# What is expected
All lines in the records below that hold "lists" are to be shown.
━━━━━━━━━━━━━━━━━━━━
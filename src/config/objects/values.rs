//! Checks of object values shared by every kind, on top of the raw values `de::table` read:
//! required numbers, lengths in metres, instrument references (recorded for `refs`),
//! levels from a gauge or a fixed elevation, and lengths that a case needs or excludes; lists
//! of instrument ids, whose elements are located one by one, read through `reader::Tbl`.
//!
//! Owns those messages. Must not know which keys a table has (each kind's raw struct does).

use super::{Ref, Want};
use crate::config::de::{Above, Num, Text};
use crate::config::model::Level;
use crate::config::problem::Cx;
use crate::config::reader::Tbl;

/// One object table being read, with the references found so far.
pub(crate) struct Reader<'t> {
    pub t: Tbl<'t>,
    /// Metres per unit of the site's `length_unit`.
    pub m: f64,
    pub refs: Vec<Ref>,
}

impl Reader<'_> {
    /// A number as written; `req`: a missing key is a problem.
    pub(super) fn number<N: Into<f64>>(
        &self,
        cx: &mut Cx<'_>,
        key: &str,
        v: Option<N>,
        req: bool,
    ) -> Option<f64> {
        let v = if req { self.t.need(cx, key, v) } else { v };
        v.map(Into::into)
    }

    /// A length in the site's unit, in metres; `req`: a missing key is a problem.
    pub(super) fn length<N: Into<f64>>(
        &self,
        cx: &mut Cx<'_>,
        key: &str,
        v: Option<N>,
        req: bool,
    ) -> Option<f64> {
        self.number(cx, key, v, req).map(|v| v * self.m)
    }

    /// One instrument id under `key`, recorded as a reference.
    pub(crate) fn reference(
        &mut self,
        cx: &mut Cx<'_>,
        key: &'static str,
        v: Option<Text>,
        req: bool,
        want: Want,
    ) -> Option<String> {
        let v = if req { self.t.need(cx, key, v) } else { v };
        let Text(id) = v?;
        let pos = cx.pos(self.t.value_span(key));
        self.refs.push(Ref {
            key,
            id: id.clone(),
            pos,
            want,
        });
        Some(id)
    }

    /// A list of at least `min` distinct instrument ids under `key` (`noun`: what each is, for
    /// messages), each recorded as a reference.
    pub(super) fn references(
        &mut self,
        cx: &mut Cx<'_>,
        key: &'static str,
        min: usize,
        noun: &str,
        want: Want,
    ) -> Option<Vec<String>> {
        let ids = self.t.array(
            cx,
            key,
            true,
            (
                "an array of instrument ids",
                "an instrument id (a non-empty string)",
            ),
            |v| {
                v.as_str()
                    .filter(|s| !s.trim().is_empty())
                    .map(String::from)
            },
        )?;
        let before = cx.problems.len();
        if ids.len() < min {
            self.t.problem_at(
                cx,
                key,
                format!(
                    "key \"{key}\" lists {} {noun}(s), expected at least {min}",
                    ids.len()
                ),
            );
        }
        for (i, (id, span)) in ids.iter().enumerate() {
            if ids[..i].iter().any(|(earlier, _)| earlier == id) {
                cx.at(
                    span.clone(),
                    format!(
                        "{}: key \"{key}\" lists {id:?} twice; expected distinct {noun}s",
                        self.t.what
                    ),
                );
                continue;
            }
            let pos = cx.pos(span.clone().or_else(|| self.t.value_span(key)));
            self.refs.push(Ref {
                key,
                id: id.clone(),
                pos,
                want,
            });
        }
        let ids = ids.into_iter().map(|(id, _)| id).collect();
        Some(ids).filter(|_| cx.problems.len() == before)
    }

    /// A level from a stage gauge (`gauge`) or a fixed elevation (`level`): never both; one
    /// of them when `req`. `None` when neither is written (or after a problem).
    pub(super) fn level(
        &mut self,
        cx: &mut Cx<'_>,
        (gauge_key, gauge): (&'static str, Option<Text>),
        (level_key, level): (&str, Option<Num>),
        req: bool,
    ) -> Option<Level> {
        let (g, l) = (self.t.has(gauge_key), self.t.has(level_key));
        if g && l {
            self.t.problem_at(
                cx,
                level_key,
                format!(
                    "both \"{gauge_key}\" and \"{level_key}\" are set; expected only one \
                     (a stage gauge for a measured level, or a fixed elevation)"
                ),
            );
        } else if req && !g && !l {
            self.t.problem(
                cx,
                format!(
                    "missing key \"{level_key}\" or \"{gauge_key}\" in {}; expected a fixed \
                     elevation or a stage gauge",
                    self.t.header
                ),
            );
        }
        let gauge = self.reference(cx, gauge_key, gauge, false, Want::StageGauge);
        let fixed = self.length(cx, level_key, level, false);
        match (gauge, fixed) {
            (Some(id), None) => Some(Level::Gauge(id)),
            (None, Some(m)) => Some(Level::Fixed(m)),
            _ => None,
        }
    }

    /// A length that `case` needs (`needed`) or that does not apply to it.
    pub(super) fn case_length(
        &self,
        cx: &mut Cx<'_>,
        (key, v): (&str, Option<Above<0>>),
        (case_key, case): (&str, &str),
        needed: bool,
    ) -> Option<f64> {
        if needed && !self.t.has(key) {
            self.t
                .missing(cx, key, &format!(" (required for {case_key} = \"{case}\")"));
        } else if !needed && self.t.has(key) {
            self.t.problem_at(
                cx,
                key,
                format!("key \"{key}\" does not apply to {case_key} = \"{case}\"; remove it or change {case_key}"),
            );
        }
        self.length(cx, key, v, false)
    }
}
━━━━━━━━━━━━━━━━━━━━
# Result for this exercise
//! levels from a gauge or a fixed elevation, and lengths that a case needs or excludes; lists
                    "key \"{key}\" lists {} {noun}(s), expected at least {min}",
                        "{}: key \"{key}\" lists {id:?} twice; expected distinct {noun}s",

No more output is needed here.